▶ _Task description_:
Please return the lines of the data below, word for word, from the first line through the line containing "free(text);".

▶ _Records shown_:

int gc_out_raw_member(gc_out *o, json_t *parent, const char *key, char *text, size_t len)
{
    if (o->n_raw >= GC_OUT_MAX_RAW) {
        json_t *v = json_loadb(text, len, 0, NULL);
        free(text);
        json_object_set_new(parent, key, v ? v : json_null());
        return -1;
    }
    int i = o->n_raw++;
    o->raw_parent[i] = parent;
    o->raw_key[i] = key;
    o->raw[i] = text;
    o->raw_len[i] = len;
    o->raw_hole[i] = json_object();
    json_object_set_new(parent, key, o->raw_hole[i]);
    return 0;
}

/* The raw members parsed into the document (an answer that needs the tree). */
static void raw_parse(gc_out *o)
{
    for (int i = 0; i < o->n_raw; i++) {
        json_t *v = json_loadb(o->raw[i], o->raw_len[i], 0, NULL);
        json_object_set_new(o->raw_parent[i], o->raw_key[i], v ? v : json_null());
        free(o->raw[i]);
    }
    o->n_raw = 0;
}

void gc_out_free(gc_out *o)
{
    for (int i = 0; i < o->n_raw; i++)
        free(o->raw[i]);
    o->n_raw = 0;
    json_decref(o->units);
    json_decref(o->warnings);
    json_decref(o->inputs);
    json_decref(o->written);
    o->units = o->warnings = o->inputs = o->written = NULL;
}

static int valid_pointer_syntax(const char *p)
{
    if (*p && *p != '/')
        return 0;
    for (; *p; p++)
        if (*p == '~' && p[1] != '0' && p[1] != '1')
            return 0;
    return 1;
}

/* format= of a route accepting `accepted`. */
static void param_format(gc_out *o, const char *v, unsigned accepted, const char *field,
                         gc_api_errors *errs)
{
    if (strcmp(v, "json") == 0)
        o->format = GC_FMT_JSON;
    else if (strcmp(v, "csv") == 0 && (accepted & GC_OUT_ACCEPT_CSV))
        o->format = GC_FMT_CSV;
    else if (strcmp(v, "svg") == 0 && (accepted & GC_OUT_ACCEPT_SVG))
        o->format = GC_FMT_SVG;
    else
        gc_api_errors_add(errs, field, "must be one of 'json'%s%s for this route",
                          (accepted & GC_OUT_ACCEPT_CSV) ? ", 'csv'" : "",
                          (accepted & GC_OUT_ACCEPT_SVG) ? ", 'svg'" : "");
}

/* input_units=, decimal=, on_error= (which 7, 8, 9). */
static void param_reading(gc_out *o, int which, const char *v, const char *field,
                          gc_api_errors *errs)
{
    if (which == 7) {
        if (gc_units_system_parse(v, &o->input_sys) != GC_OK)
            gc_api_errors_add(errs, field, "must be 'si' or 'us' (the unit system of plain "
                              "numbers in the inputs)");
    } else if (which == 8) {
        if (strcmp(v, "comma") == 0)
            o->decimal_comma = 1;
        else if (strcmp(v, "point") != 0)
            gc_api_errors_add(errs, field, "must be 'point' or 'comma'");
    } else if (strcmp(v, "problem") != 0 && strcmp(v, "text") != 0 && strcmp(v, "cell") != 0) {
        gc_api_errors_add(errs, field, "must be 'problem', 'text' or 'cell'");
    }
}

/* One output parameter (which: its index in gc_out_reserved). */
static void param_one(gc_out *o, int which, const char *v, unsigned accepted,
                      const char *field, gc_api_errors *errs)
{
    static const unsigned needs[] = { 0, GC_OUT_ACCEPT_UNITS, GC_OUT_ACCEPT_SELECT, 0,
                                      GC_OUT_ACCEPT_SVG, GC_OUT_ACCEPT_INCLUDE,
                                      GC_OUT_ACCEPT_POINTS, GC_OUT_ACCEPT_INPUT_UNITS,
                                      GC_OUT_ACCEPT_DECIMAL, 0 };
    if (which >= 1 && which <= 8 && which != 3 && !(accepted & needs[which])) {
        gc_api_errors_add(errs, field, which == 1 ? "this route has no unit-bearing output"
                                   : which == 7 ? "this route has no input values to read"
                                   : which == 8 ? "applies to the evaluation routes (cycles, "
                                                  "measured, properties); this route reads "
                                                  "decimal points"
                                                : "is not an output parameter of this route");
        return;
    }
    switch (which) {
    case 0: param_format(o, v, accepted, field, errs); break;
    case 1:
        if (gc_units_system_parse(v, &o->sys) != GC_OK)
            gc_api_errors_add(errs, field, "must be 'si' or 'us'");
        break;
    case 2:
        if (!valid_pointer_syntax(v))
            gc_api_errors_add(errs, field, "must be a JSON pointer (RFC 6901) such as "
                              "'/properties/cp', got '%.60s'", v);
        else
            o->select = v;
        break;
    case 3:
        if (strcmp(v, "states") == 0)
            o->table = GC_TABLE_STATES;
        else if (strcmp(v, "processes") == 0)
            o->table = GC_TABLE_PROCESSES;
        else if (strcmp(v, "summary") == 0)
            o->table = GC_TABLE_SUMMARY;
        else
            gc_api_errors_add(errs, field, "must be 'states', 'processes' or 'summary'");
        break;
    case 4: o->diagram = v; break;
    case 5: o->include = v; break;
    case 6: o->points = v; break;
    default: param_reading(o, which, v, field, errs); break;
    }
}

▶ _Task solution_:
int gc_out_raw_member(gc_out *o, json_t *parent, const char *key, char *text, size_t len)
{
    if (o->n_raw >= GC_OUT_MAX_RAW) {
        json_t *v = json_loadb(text, len, 0, NULL);
        free(text);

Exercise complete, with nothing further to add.